Officers at the company work for 30 days on the vessel and 30 days off the vessel.
Wages are calculated as "earnings per day worked." But because employees spend approximately half of their time off the vessels, half of the earnings per day worked are paid out while the employee is on the vessel and the other half is paid out while they are off the vessel.
This allows employees to receive wages every month, even though they are off duty for half the year. The employer and union refer to the actual amount of money paid out as the "calendar day rate paid," which is equal to one-half of the earnings per day worked.

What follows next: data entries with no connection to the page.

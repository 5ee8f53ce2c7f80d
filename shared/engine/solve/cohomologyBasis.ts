import { cochainDims, type BasedComplex } from '../based/BasedComplex';
import type { Vec } from '../fields/Field';
import { denseKernel } from './denseKernel';
import { scalarRows, transposeRows } from './scalarRows';
import { SparseEchelon } from './SparseEchelon';

/** Largest cochain dimension for which a dense basis computation is attempted. */
export const DENSE_LIMIT = 6000;

/**
 * Cocycles of degree k whose classes form a basis of H^k: a kernel basis of
 * δ^k, kept only where independent of the image of δ^(k−1) and of the
 * representatives already kept.
 */
export function cohomologyBasis<E>(X: BasedComplex<E>, k: number): Vec<E>[] {
  const F = X.field;
  const d = cochainDims(X);
  if (d[k] > DENSE_LIMIT) {
    throw new RangeError(`degree ${k} has ${d[k]} coordinates after reduction, more than ${DENSE_LIMIT} for a dense basis`);
  }
  let kernel: Vec<E>[];
  let scale = 1;
  if (k + 1 < X.dims.length) {
    const rows = scalarRows(X, k);
    scale = Math.max(scale, rows.scale);
    kernel = denseKernel(F, rows);
  } else {
    kernel = Array.from({ length: d[k] }, (_, i) => {
      const v = F.newVec(d[k]);
      v[i] = F.one;
      return v;
    });
  }
  let image: { cols: Int32Array; vals: Vec<E> }[] = [];
  if (k > 0) {
    const below = scalarRows(X, k - 1);
    scale = Math.max(scale, below.scale);
    image = transposeRows(below, F.newVec).rows;
  }
  const ech = new SparseEchelon(F, d[k], scale);
  for (const r of image) ech.insert(r.cols, r.vals);
  const reps: Vec<E>[] = [];
  for (const z of kernel) {
    const cols: number[] = [];
    const vals: E[] = [];
    for (let i = 0; i < z.length; i++) {
      if (!F.isZero(z[i])) {
        cols.push(i);
        vals.push(z[i]);
      }
    }
    if (ech.insert(cols, vals)) reps.push(z);
  }
  return reps;
}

The grievances were filed after Terry Holder, an officer with the company, took bereavement leave. The employer administered the bereavement leave provision on the basis of the calendar day rate paid. Bereavement leave has been administered in this manner as far back as 1998. This is the first time the union has disputed the employer’s interpretation of the bereavement leave.
The union argued Holder’s complaint was the first time an employee had taken issue with the way the employer was administering the leave. The union argued bereavement leave should be administered on the basis of the earnings per day worked.
According to the union, the collective agreement promises to compensate bereaved employees at the "basic rate for time lost." The union asserted it is absurd for the employer to suggest "time lost" would be anything less than the value of the time the employee would have earned if he had been on duty aboard the vessel. In other words, the earnings per day worked.
In Holder’s case, the union asserted he would have worked 120 hours on the vessel if he had not been on bereavement leave. However, because of the employer’s application of the leave in keeping with the 30 days on, 30 days off style of compensation, Holder was credited only 60 hours for the leave.
The union requested a declaration that the employer was violating the collective agreement by failing to properly credit employees for the leave and that Holder be credited with the 60 hours he was penalized.
The employer, however, argued nothing in the collective agreement promises employees who are on bereavement leave will be paid the amount he would have earned if he had been on the vessel. The collective agreement references a "base rate" which the employer argued more accurately refers to the calendar day rate employees are consistently paid.
Furthermore, the employer argued the past practice of the parties can be used to resolve any ambiguity.
The union is estopped from asserting this claim, the employer argued, because it has accepted the current administration of bereavement leave over several rounds of bargaining.
Arbitrator Paula Knopf called the collective agreement "unusual" in its dealing with the specific demands of a 30 days on and 30 days off schedule.
Knopf found the union was unaware of the employer’s administration of the bereavement leave as no employee had complained. Therefore, the union was not estopped from seeking enforcement of the collective agreement.
Concerning the payment of the leave itself, Knopf said, "It would be very unusual to see a collective agreement that provided for such leave to be paid at a different rate or lower level than the normal daily earning. Therefore, one would expect to see very clear language to signal that bereavement leave would be paid at a rate different than what one would normally receive during a day of work."
For this reason Knopf found the employer had been — although unintentionally — applying the leave incorrectly.
The employer was directed to compensate employees on future leaves on the basis of their total time lost at the rate of his basic earnings per day worked and Holder’s grievance was upheld.
Reference: Algoma Tankers Limited and the Canadian Merchant Services Guild. Paula Knopf – arbitrator. Wes Newton for the employer, Joanne McMahon for the union. Feb. 4, 2015.